I certainly hope you don't think asking you to tell me where you said something, after I looked for it, is browbeating. Or anything else I've posted in our discussion, for that matter.

You are most certainly entitled to an opinion. I have said that I accept that a reasonable person could find that the evidence comports with Wilson's testimony and tends to support his statement.

I have concerns about this case and I've made them clear.

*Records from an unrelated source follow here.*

/// How the worker runs.
#[derive(Debug, Clone)]
pub struct WorkerSettings {
    /// Names this worker's claims (host and process id by default).
    pub worker_id: String,
    /// Buckets claimed per step.
    pub claim_batch: usize,
    /// A claim older than this is taken over (its worker is presumed dead).
    pub stale_after: Duration,
    /// How long an idle worker waits before looking again.
    pub poll_interval: Duration,
    /// An interval that has not ended yet is computed at most about once per this period while
    /// readings keep arriving in it (it waits this long after the first reading that marked it);
    /// an ended interval is computed as soon as it is claimed.
    pub open_interval_refresh: Duration,
    /// An interval that has ended is computed once no reading has marked it for this long (but at
    /// most `open_interval_refresh` after its first mark), so that a burst of batches re-marking
    /// the same intervals has them computed once it has passed, not after every batch. Zero:
    /// computed as soon as claimed.
    pub settle: Duration,
    /// While more readings than this are in this process's ingest requests (decoded, not yet
    /// answered), the worker starts no step: an outage burst is stored first and computed after
    /// ([`Yielding`]). Zero: never.
    pub yield_above_readings: usize,
    /// The longest the worker holds back in a row; after that it steps as usual until it has
    /// found nothing to do once, so that a stream of large batches cannot starve it.
    pub yield_at_most: Duration,
}
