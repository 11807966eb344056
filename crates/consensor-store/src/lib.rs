//! Storage for Consensor: readings (append-only, with revisions), the network description, tokens
//! and the queue of intervals whose consensus must be computed. Only this crate talks to a database;
//! every driver error is mapped into [`StoreError`] in one place (`error.rs`), so callers never see
//! one.
//!
//! # Backends
//! [`connect`] chooses by the URL's scheme: `sqlite://path` or `sqlite:path` opens (and creates if
//! missing) an SQLite file, the embedded default; `postgres://…` or `postgresql://…` connects to a
//! PostgreSQL server. Both apply their migrations (`migrations/sqlite`, `migrations/postgres`,
//! embedded at build time) before returning. [`AnyStore`] dispatches to the one chosen; all of them
//! implement [`Store`].
//!
//! # Schema
//! * `areas(id, key unique, name, interval_ms)`; `stations(id, key unique, area_id → areas, name,
//!   lat, lon, elevation_m)`; `quantities(id, key unique)`, filled on first use so that the
//!   readings' key is all integers.
//! * `tokens(id, hash unique, role, label, created_at_ms, revoked_at_ms)` and
//!   `token_stations(token_id, station_key)`. Only hashes are stored.
//! * `readings(id, observed_at_ms, station_id, quantity_id, revision, value, value_as_sent,
//!   unit_as_sent, received_at_ms)` with the unique key `(station_id, quantity_id, observed_at_ms,
//!   revision)`. Rows are only ever appended: a changed value for a key is a new row with the next
//!   revision, and the current value of a key is its highest revision.
//! * `pending_buckets(area_id, quantity_id, bucket_start_ms, marked_at_ms, mark_count, claimed_by,
//!   claimed_at_ms)`: the (area, quantity, interval) triples whose consensus must be (re)computed,
//!   marked in the same transaction as the readings that touch them.
//! * Migration 0002: `interval_results` (one row per computation of an interval: revision 1, 2, …,
//!   every `Point` field; append-only), `interval_latest` (the latest revision of each interval),
//!   `set_aside` and `interval_station_values` (per result), and `reviews` (the append-only audit
//!   log of review decisions). See the crate's README for claims, revisions and the listing rules.
//!
//! # Why the readings' key starts with time
//! Live readings arrive time-major: every station's reading for minute t, then every station's for
//! t + 1. With the observation time first in the unique index, each batch's new entries land at the
//! right-hand end of the B-tree, touching few pages; a key starting with the station would scatter
//! every batch over one region of the index per station, which costs a page read and write per
//! station and makes inserts several times slower on a large table. Integer times and ids also keep
//! index entries short and comparisons cheap.
//!
//! # Durability
//! An acknowledged batch is committed, and a committed transaction must survive a crash. SQLite runs
//! in WAL mode with `synchronous=FULL`: the WAL is synced to disk at every commit, so a committed
//! batch survives both a killed process (`kill -9`) and a power loss or OS crash. With
//! `synchronous=NORMAL` in WAL mode the WAL is synced only at checkpoints: a committed transaction
//! still survives a crash of the process (the data is in the OS's page cache), but after a power
//! loss the last transactions before it may be rolled back, so an acknowledged batch could vanish;
//! that is why Consensor pays for FULL. PostgreSQL keeps its defaults (`fsync=on`,
//! `synchronous_commit=on`), under which a commit returns only after its WAL record is flushed.

pub mod backup;
mod batch;
mod commit_group;
mod error;
mod model;
mod postgres;
mod results;
mod results_sql;
mod sql;
mod sqlite;
mod sqlite_read;
mod sqlite_write;
#[cfg(feature = "testing")]
pub mod testing;
mod write_gate;

use std::collections::HashMap;
use std::future::Future;

use consensor_core::checks::IntervalOutcome;

pub use batch::bucket_start_ms;
pub use error::StoreError;
pub use model::{
    Area, BatchOutcome, NewArea, NewReading, NewStation, NewToken, ReadingKey, Station, StationRef,
    StoreOptions, StoredReading, Token, Upserted,
};
pub use postgres::PostgresStore;
pub use results::{
    AuditFilter, BadCursor, ClaimedBucket, IntervalClaim, IntervalData, Page, ReadingCounts,
    ResultRow, ResultToStore, ReviewDecision, ReviewRecord, ReviewState, ReviewSummary,
    SetAsideCursor, SetAsideFilter, SetAsideRow, StationResidual, StationSeries, StoredResult,
};
pub use sqlite::SqliteStore;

  1. Poor relations and questions of racism between law enforcement and citizens before Michael Brown was slain.
  2. The Ferguson police chief admitted that the body was in the street too long.
  3. Even when the body was covered it was not properly covered leaving the feet and a pool of blood exposed. Eventually the police errected a barrier to shield Browns body. A bit late since his father had to see his son lying in the street.
  4. The way the robbery video was released, the bungling and sputtering of the chief when he did release it.
  5. The 35' statement.
  6. The reaction to citizen's protests.
Now, you can say that these are not truly inconsistent, that there is nothing in my list that warrants discussion and cause for concern. That's your prerogative. I disagree with you. You can either dismiss me as being unreasonable, agree that reasonable people can disagree or we can discuss the merits some more.

I'm not likely to suddenly say, oh yeah, the case is all wrapped up nice and tight with no room for disagreement or concern. I don't want to be accused of a straw man so, if there is something else that you want from me then tell me what it is.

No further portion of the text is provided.